[Given information]
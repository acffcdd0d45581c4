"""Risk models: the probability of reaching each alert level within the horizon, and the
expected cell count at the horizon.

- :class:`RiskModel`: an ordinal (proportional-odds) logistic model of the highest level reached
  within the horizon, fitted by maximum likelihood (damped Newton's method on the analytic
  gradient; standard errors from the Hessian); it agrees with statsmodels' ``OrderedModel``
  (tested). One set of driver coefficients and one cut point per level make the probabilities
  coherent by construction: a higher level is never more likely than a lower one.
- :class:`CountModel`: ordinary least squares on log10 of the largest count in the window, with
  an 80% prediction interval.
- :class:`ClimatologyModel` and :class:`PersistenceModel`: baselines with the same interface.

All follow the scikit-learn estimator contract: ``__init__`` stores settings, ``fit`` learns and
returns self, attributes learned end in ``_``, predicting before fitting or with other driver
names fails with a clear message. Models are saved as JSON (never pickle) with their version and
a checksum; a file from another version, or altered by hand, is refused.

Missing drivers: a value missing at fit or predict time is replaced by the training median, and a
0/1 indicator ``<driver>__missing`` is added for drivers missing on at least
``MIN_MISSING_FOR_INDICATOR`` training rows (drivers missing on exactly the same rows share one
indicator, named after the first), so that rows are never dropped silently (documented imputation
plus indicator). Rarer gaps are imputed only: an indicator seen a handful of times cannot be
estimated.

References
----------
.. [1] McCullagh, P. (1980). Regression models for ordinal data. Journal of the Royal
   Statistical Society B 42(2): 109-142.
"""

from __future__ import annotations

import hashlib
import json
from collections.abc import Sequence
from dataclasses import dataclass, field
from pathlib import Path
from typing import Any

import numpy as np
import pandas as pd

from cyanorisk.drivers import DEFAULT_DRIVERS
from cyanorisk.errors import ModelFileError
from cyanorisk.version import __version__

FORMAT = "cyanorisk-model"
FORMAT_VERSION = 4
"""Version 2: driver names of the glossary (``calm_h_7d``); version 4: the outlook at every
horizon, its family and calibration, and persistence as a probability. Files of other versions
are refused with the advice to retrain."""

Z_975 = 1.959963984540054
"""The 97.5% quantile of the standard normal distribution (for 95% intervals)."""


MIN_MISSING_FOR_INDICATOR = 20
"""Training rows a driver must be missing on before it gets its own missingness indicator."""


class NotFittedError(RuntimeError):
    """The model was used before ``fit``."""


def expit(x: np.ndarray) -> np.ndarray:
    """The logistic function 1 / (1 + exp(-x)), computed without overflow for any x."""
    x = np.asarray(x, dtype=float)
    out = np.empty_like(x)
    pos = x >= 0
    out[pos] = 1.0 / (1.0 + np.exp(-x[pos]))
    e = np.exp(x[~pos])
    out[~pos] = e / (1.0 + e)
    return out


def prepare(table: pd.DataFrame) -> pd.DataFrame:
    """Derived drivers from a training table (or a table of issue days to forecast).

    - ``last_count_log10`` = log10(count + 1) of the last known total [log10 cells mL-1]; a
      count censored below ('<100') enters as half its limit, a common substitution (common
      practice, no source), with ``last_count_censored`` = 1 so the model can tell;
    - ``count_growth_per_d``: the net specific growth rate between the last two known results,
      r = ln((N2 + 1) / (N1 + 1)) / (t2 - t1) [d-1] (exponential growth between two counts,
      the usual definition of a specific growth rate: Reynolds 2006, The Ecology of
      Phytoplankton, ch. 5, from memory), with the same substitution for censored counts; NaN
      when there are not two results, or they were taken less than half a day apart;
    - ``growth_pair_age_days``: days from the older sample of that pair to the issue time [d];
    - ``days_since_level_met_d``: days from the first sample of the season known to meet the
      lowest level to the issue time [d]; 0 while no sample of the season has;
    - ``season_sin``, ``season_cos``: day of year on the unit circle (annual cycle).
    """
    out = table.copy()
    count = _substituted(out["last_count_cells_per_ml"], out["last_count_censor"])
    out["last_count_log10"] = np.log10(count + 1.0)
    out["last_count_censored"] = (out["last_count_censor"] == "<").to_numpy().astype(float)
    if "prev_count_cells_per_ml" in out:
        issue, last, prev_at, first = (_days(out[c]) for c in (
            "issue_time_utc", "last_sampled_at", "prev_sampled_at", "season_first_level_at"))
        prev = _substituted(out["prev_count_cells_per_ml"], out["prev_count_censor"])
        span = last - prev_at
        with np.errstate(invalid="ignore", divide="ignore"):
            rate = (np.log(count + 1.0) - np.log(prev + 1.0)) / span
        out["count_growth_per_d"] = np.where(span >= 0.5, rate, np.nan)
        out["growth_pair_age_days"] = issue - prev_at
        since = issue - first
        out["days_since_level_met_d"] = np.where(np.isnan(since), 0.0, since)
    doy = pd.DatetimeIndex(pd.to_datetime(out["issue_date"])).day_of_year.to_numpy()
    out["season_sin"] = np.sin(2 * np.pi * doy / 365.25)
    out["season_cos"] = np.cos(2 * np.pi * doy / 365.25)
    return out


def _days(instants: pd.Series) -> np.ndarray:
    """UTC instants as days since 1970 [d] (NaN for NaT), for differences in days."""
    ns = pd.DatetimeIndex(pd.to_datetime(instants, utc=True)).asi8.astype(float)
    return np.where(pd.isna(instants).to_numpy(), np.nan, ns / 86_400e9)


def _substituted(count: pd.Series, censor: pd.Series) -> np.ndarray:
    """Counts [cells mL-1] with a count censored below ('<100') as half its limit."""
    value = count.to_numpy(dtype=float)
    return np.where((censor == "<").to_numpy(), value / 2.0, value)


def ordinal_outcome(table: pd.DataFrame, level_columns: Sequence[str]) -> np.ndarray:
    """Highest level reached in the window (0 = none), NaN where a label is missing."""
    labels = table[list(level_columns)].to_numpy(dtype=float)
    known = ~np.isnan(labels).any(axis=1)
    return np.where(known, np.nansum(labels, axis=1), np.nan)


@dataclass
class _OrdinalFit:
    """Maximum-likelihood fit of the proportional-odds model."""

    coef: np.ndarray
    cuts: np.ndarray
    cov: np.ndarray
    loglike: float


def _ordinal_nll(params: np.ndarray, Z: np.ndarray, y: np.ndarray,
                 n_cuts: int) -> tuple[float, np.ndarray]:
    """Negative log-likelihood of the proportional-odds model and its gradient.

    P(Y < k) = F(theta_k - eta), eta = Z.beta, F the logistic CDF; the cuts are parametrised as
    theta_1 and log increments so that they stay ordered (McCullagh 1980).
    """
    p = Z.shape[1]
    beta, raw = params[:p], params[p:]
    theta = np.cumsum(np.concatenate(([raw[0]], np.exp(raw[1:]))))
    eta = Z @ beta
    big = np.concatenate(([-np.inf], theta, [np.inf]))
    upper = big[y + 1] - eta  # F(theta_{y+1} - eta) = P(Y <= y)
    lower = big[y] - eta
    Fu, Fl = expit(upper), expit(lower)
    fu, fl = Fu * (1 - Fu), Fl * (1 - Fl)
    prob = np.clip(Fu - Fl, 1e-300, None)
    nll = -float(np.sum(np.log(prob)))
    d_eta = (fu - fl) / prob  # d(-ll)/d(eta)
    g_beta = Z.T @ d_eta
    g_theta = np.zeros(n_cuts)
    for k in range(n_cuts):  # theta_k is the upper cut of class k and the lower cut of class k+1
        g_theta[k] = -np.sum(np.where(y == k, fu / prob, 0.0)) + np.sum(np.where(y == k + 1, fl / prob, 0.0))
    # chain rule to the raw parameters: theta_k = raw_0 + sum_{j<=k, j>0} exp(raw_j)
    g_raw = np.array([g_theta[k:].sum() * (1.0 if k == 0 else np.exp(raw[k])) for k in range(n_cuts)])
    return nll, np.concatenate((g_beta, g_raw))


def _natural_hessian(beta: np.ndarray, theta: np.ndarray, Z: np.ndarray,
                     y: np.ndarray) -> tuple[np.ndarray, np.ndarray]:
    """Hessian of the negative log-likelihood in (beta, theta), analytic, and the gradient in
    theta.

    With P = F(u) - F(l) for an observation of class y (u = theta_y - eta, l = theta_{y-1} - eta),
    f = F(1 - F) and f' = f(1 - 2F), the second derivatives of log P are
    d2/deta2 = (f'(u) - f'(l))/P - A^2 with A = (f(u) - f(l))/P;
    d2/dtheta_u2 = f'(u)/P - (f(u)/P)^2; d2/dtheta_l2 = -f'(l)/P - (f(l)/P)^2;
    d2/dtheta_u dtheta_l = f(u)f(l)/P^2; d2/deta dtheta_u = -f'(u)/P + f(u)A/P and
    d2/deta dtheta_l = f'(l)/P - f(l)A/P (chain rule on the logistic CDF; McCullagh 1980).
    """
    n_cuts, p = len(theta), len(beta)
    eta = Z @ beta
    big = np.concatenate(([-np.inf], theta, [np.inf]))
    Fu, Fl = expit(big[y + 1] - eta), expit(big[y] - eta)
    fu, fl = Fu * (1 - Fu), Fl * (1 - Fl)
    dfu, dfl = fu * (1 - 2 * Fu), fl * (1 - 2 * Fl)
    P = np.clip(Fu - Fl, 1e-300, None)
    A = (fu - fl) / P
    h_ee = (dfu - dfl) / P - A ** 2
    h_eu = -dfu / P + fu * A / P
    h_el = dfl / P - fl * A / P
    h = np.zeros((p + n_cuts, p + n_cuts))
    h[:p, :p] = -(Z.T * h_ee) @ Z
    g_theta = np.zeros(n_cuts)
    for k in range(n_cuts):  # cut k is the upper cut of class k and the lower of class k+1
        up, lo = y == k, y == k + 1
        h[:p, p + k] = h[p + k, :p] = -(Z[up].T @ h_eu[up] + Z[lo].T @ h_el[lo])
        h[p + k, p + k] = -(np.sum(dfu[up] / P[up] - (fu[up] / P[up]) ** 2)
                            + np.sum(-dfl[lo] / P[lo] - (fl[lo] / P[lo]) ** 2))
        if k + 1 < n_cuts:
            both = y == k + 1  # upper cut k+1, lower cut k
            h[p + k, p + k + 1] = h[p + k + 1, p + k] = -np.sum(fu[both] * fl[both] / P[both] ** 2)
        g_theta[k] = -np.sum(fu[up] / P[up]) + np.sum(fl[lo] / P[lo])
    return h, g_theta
[/Given information]
[Given information]
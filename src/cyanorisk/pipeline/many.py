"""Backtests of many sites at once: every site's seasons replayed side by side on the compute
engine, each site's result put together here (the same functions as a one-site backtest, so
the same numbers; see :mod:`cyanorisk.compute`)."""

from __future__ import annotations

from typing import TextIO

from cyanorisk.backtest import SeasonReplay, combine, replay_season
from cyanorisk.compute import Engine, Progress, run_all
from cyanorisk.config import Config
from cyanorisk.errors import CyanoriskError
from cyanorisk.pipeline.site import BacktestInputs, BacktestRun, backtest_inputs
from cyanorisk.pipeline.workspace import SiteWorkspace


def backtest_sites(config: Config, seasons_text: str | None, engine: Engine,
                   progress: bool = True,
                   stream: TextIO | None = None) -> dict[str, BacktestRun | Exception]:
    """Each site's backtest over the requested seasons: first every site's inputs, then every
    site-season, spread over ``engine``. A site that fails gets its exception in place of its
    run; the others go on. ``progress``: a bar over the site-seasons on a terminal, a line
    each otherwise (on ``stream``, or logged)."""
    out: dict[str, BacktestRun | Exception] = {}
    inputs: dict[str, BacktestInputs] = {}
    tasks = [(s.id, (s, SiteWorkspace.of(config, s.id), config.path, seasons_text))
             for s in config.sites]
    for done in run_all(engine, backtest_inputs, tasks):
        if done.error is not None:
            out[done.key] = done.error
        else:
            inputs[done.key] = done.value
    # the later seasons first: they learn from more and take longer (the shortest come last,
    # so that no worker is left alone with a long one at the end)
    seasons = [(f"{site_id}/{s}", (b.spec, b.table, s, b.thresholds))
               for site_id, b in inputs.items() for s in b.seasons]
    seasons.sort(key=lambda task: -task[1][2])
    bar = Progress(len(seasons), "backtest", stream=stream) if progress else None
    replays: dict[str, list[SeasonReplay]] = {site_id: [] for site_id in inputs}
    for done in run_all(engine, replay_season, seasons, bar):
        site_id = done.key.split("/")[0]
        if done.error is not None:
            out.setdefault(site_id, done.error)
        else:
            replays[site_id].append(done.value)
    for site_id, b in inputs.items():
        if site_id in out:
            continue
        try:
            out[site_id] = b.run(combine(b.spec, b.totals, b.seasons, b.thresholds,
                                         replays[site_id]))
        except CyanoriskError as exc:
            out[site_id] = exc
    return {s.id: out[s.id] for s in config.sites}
[/Given information]
Instructions for the task — Give back, exactly as written, the stretch from the line with "repository acffcdd0d45581c4" through the line with "the highest level reached", and no other lines from the records above.

Your response —
repository acffcdd0d45581c4
"""Risk models: the probability of reaching each alert level within the horizon, and the
expected cell count at the horizon.

- :class:`RiskModel`: an ordinal (proportional-odds) logistic model of the highest level reached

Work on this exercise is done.